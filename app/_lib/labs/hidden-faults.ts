import { z } from "zod";
import {
  err,
  formatGroupAddress,
  generateFilterTable,
  loadBench,
  ok,
  parseGroupAddress,
  type Result,
} from "@/engine";

/**
 * Faults a trainer hides in a lab: edits applied to the lab bench's document
 * when an apprentice's private copy is made. The apprentice never sees the
 * list, only a bench that misbehaves, and finds and undoes the edit.
 *
 * - relink: the link of a device's object to one group address moves to another
 *   (a wiring mistake: the door rocker on the ceiling lights);
 * - unlink: a link is removed (a status object nobody listens to);
 * - set-parameter: a device parameter is changed (two primaries on a unit link);
 * - stale-filter-table: a group address is missing from a coupler's stored
 *   filter table, as when an address is added after the tables were generated
 *   and nobody regenerated them; the coupler then blocks it (a table the bench
 *   did not store yet is first generated from the links, as commissioning would).
 */
const deviceIdSchema = z.string().min(1, "choose a device");
const groupAddressSchema = z.string().min(1, "choose a group address");

export const hiddenFaultSchema = z.discriminatedUnion("kind", [
  z.strictObject({
    kind: z.literal("relink"),
    device: deviceIdSchema,
    object: z.number().int().nonnegative(),
    from: groupAddressSchema,
    to: groupAddressSchema,
  }),
  z.strictObject({
    kind: z.literal("unlink"),
    device: deviceIdSchema,
    object: z.number().int().nonnegative(),
    groupAddress: groupAddressSchema,
  }),
  z.strictObject({
    kind: z.literal("set-parameter"),
    device: deviceIdSchema,
    parameter: z.string().min(1, "name the parameter"),
    value: z.json(),
  }),
  z.strictObject({
    kind: z.literal("stale-filter-table"),
    coupler: z.string().min(1, "choose a coupler"),
    groupAddress: groupAddressSchema,
  }),
]);
export type HiddenFault = z.infer<typeof hiddenFaultSchema>;

export const hiddenFaultsSchema = z.array(hiddenFaultSchema).max(20, "at most 20 hidden faults");

interface BenchLike {
  devices?: { id: string; type?: string; parameters?: Record<string, unknown> }[];
  groupAddresses?: { address: string }[];
  links?: { device: string; object: number; groupAddress: string }[];
}

/** Why a hidden fault cannot be applied to this bench, naming the fault's field. */
export interface HiddenFaultProblem {
  readonly index: number;
  readonly field: string;
  readonly message: string;
}

/**
 * The bench document with the faults applied, or the first fault that does not
 * fit the bench. Links keep their position, so a relinked sending link stays
 * the object's sending address.
 */
export function applyHiddenFaults(
  document: unknown,
  faults: readonly HiddenFault[],
): Result<unknown, HiddenFaultProblem> {
  const bench = structuredClone(document) as BenchLike;
  const devices = bench.devices ?? [];
  const addresses = new Set((bench.groupAddresses ?? []).map((ga) => ga.address));
  const links = bench.links ?? [];
  for (const [index, fault] of faults.entries()) {
    if (fault.kind === "stale-filter-table") {
      const stale = staleFilterTable({ ...bench, links }, fault.coupler, fault.groupAddress);
      if (!stale.ok) return err({ index, ...stale.error });
      continue;
    }
    const device = devices.find((d) => d.id === fault.device);
    if (!device)
      return err({ index, field: "device", message: `no device "${fault.device}" on the bench` });
    if (fault.kind === "set-parameter") {
      device.parameters = { ...(device.parameters ?? {}), [fault.parameter]: fault.value };
      continue;
    }
    const address = fault.kind === "relink" ? fault.from : fault.groupAddress;
    const at = links.findIndex(
      (l) => l.device === fault.device && l.object === fault.object && l.groupAddress === address,
    );
    if (at < 0) {
      return err({
        index,
        field: fault.kind === "relink" ? "from" : "groupAddress",
        message: `${fault.device} object ${fault.object} is not linked to ${address}`,
      });
    }
    if (fault.kind === "unlink") {
      links.splice(at, 1);
      continue;
    }
    if (!addresses.has(fault.to)) {
      return err({
        index,
        field: "to",
        message: `${fault.to} is not a group address of the bench`,
      });
    }
    links[at] = { ...links[at]!, groupAddress: fault.to };
  }
  return ok({ ...bench, links });
}

/** Couplers are devices of this catalogue type (topology contract). */
const COUPLER_TYPE = "coupler";

/**
 * Takes `address` out of the coupler's filter table in `bench` (in place):
 * the stored table if the bench has one, else the table generated from the
 * links. Refuses an address the table does not hold (removing it would hide
 * nothing) and a coupler that does not filter (its table is not read).
 */
function staleFilterTable(
  bench: BenchLike,
  couplerId: string,
  address: string,
): Result<void, { field: string; message: string }> {
  const coupler = (bench.devices ?? []).find((d) => d.id === couplerId);
  if (coupler === undefined || coupler.type !== COUPLER_TYPE)
    return err({ field: "coupler", message: `no coupler "${couplerId}" on the bench` });
  const parameters = coupler.parameters ?? {};
  const mode = parameters.groupTelegrams ?? "filter";
  if (mode !== "filter")
    return err({
      field: "coupler",
      message: `${couplerId} does not filter group telegrams (it is set to ${String(mode)}), so its table is not read`,
    });
  const wanted = parseGroupAddress(address);
  if (!wanted.ok) return err({ field: "groupAddress", message: wanted.error.message });
  let table: number[];
  if (Array.isArray(parameters.filterTable)) {
    table = parameters.filterTable.flatMap((entry) => {
      const raw = typeof entry === "string" ? parseGroupAddress(entry) : undefined;
      return raw?.ok ? [raw.value] : [];
    });
  } else {
    const loaded = loadBench(bench);
    if (!loaded.ok)
      return err({
        field: "coupler",
        message: `the bench does not load, so ${couplerId}'s filter table cannot be generated`,
      });
    table = generateFilterTable(loaded.value, couplerId);
  }
  if (!table.includes(wanted.value))
    return err({
      field: "groupAddress",
      message: `${address} is not in ${couplerId}'s filter table: nothing on its line uses it across the coupler`,
    });
  coupler.parameters = {
    ...parameters,
    filterTable: table.filter((raw) => raw !== wanted.value).map((raw) => formatGroupAddress(raw)),
  };
  return ok(undefined);
}

/** The stored list (labs.hidden_faults), checked on read; a bad column reads as no faults. */
export function parseHiddenFaults(text: string): HiddenFault[] {
  try {
    const parsed = hiddenFaultsSchema.safeParse(JSON.parse(text));
    return parsed.success ? parsed.data : [];
  } catch {
    return [];
  }
}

◇ ◇ ◇ ◇ ◇

■ **Aim of the exercise**
Scan the material above for lines holding the string "this" and copy those lines.

■ **Reply**
/** Why a hidden fault cannot be applied to this bench, naming the fault's field. */
/** Couplers are devices of this catalogue type (topology contract). */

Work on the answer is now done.